言語の本質は超感性的な面にあるといっても、実際の言語は音声や文字といった感性的なかたちとともに表現される。つまり、言語には感性的な面(例えば音声における声色や文字における線の太さなど)が不可分に存在しているわけだが、この面における表現を三浦は「非言語表現」と呼んだ。いいかえるなら、言語には音声や文字の種類といった超感性的な面の表現である言語表現と、音声や文字の感性的な面における表現である非言語表現とが不可分に結びついているわけである。

このように言語の中には「言語表現」と「非言語表現」が相対的に独立しつつも統一されたかたちで存在しており、この点に表現の二重性が存在する。

 ここで非言語表現と私がよぶ理由は、それ自体が言語表現ではないというそれだけのことであって、言語表現に関係がないという意味ではない。
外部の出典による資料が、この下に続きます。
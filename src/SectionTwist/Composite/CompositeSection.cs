using SectionTwist.Geometry;
using SectionTwist.Shaft;

namespace SectionTwist.Composite;

/// <summary>
/// A cross-section made of parts of different materials, perfectly bonded where they meet. Parts may meet only along
/// whole closed loops that lie inside the section (a core in a sleeve, a liner in a tube, an insert in a bar): such a
/// loop, drawn once by each part, becomes an interface of the mesh. Loops drawn by one part only form the outline
/// (<see cref="Envelope"/>), which is validated like any profile.
/// </summary>
public sealed class CompositeSection
{
    /// <summary>Builds and checks a composite section; throws a <see cref="SectionTwistException"/> naming the part and the remedy.</summary>
    /// <param name="parts">The parts, at least one; names must differ.</param>
    /// <param name="name">A short name for messages.</param>
    public CompositeSection(IEnumerable<CompositePart> parts, string? name = null)
    {
        ArgumentNullException.ThrowIfNull(parts);
        Parts = parts.ToList().AsReadOnly();
        Name = name ?? (Parts.Count > 0 ? Parts[0].Shape.Name : "composite");
        if (Parts.Count == 0) throw new SectionTwistException("empty-profile", $"{Name}: a composite section needs at least one part");
        foreach (var g in Parts.GroupBy(p => p.Name, StringComparer.OrdinalIgnoreCase))
            if (g.Count() > 1) throw new SectionTwistException("duplicate-part", $"{Name}: two parts are named '{g.Key}'; give each part its own name");
        foreach (var p in Parts) p.Material.Validate();
        var unit = Parts[0].Shape.Unit;
        var loops = new List<(Loop Loop, int Part)>();
        for (int i = 0; i < Parts.Count; i++)
            foreach (var l in Parts[i].Shape.Loops) loops.Add((l.Oriented(counterClockwise: true), i));
        double diag = Parts.Select(p => p.Shape.Bounds).Aggregate((a, b) => a.Union(b)).Diagonal;
        var partner = new int[loops.Count];
        Array.Fill(partner, -1);
        for (int i = 0; i < loops.Count; i++)
            for (int j = i + 1; j < loops.Count; j++)
            {
                if (loops[i].Part == loops[j].Part || !SameLoop(loops[i].Loop, loops[j].Loop, diag)) continue;
                if (partner[i] >= 0 || partner[j] >= 0)
                    throw new SectionTwistException("stacked-loops",
                        $"{Name}: the loop near {loops[i].Loop.Segments[0].Start} is drawn by more than two parts; each interface belongs to exactly two parts");
                partner[i] = j; partner[j] = i;
            }
        var outline = new List<Loop>();
        var shared = new List<Loop>();
        for (int i = 0; i < loops.Count; i++)
        {
            if (partner[i] < 0) outline.Add(loops[i].Loop);
            else if (partner[i] > i) shared.Add(loops[i].Loop);
        }
        if (outline.Count == 0)
            throw new SectionTwistException("empty-profile", $"{Name}: every loop is shared by two parts, so the parts overlap; draw each part once");
        try
        {
            Envelope = Profile.FromLoops(outline, unit, Name);
            // all loops together must neither cross nor touch: interfaces may meet the outline only as whole loops
            if (shared.Count > 0) _ = Profile.FromLoops(outline.Concat(shared), unit, Name);
        }
        catch (SectionTwistException ex) when (ex.Code is "self-intersection" or "overlapping-regions" or "hole-outside" or "hole-in-hole")
        {
            throw new SectionTwistException("composite-parts",
                $"{Name}: the parts meet along part of a loop or overlap ({ex.Message}); parts of different materials may meet only along whole closed loops inside the section (a core in a sleeve), each drawn by both parts");
        }
        double sum = Parts.Sum(p => p.Shape.Properties.Area), env = Envelope.Properties.Area;
        if (Math.Abs(sum - env) > 1e-6 * env)
            throw new SectionTwistException("composite-overlap",
                $"{Name}: the parts' areas add to {sum / env:0.######} times the area the outline encloses, so parts overlap or leave gaps; draw a sleeve as a ring whose inner loop is the core's outline");
        var interfaces = new List<(Loop, int)>();
        foreach (var l in shared)
        {
            int region = -1;
            for (int r = 0; r < Envelope.Regions.Count && region < 0; r++)
                if (Envelope.Regions[r].Outer.Contains(l.Segments[0].Start)) region = r;
            interfaces.Add((l, Math.Max(region, 0)));
        }
        Interfaces = interfaces;
        Materials = Parts.Select(p => p.Material).DistinctBy(m => m.Name, StringComparer.OrdinalIgnoreCase).ToList().AsReadOnly();
    }

    /// <summary>The parts as given.</summary>
    public IReadOnlyList<CompositePart> Parts { get; }

    /// <summary>The distinct materials of the parts (by name), in the order of first use.</summary>
    public IReadOnlyList<Material> Materials { get; }

    /// <summary>A short name for messages and reports.</summary>
    public string Name { get; }

    /// <summary>The section's outline without the interfaces (the homogeneous profile of the same shape).</summary>
    public Profile Envelope { get; }

    internal IReadOnlyList<(Loop Loop, int Region)> Interfaces { get; }

    /// <summary>The part that contains <paramref name="p"/> (inside one of its regions, outside their holes), or -1.</summary>
    internal int PartAt(Point2 p)
    {
        for (int i = 0; i < Parts.Count; i++)
            foreach (var r in Parts[i].Shape.Regions)
                if (r.Outer.Contains(p) && !r.Holes.Any(h => h.Contains(p))) return i;
        return -1;
    }

    /// <summary>
    /// Two loops are the same when their areas and boxes agree and every segment's end and middle lie on the other loop
    /// (within 1e-7 of the section size); how each part split the loop into segments does not matter.
    /// </summary>
    private static bool SameLoop(Loop a, Loop b, double diag)
    {
        double tol = 1e-7 * diag;
        if (Math.Abs(a.SignedArea - b.SignedArea) > 1e-6 * Math.Abs(a.SignedArea)) return false;
        var ba = a.Bounds; var bb = b.Bounds;
        if (Math.Abs(ba.MinX - bb.MinX) > tol || Math.Abs(ba.MaxX - bb.MaxX) > tol || Math.Abs(ba.MinY - bb.MinY) > tol || Math.Abs(ba.MaxY - bb.MaxY) > tol) return false;
        var db = new Plastic.LoopDistance(b);
        var da = new Plastic.LoopDistance(a);
        return a.Segments.All(s => db.To(s.Start) <= tol && db.To(s.PointAt(0.5)) <= tol)
            && b.Segments.All(s => da.To(s.Start) <= tol && da.To(s.PointAt(0.5)) <= tol);
    }
}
この感性的な具体的なかたちの面は、概念の感性的な手がかりと同じように、超感性的な表現である言語表現のそれぞれを区別するために欠くことができないのである。(中略)非言語表現の系列は言語表現から相対的に独立しているだけに、この系列を意識的に活用することができるとはいうものの、それは言語表現による制約から完全に独立しているわけではない。制約を受けるところに相対的に独立しているということの意味もあるわけである。たとえば、詩に作曲する場合にしても、音声には言語としてのアクセントが存在するから、これからの制約を受けることになり、作曲にそのアクセントをどう生かすか、どう止揚するかという問題にぶつからないわけにはいかない。[4]三浦つとむ『認識と言語の理論 第二部』(勁草書房、1967年)、P.390、391

 絵画や映画のような表現も、言語表現も、目なり耳なり相手の感覚に訴えることに変りはありません。言語は超感性的な面での表現であるにもかかわらず、相手の感覚に訴えるためにはどうしても感性的なかたちを使って表現しなければなりません。これは一つの矛盾ですが、この矛盾を実現させなければ言語表現は成立しません。したがって言語は、言語本来の表現である普遍的な面での表現のほかに、特殊的な感性的なかたちの創造としての表現をもかねそなえた、二重の表現として成立します。
  「バカ!」(大声)
  「ぼくは……とうとう……やられちゃったんだ……。」(ゆっくり話す)
  「あの男ときたら、K君まで丶丶丶丶だましたんだ。」(部分の強調)
  「浜の真砂と五右衛門が、歌に残した盗人の、種は尽きざる七里ガ浜、その白波の夜働き……。」(リズムを持つ表現)
  「今晩おひま丶丶丶? 遊びに来る丶丶?」(抑揚をつける)
 これらの感性的な面は、言語の意味と無関係ではありませんが、それは言語としての表現ではなく、音としての表現です。けれども詩や歌のリズムが、その言語の持つ意味や言語の対象と直接のつながりを持たないことから、これを単に形式的な創造と考えてはなりません。作者の思想が、一面では本来の言語表現として、一面では感性的な表現として、二重性をもってあらわれたものと理解すべきです。表面では別個であってもその内部では思想的につながっているのだということを正しくとらえることが必要です。[5]『日本語はどういう言語か』P.52、53

ここで言語表現と内容的につながっている非言語表現の例をいくつか挙げてみよう。文学作品の中には言語表現だけでなく非言語表現も活用した作品がある。そのような作品の例として三浦は宮沢賢治の以下の詩を挙げている注3『認識と言語の理論 第二部』P.392

宮沢賢治「春と修羅」第三集1015
宮沢賢治「春と修羅」第三集 作品第1015号[6]宮沢賢治『春と修羅』第三集作品第1015番(引用は『宮沢賢治詩集』(谷川徹三編、岩波文庫、1950年)を底本にした)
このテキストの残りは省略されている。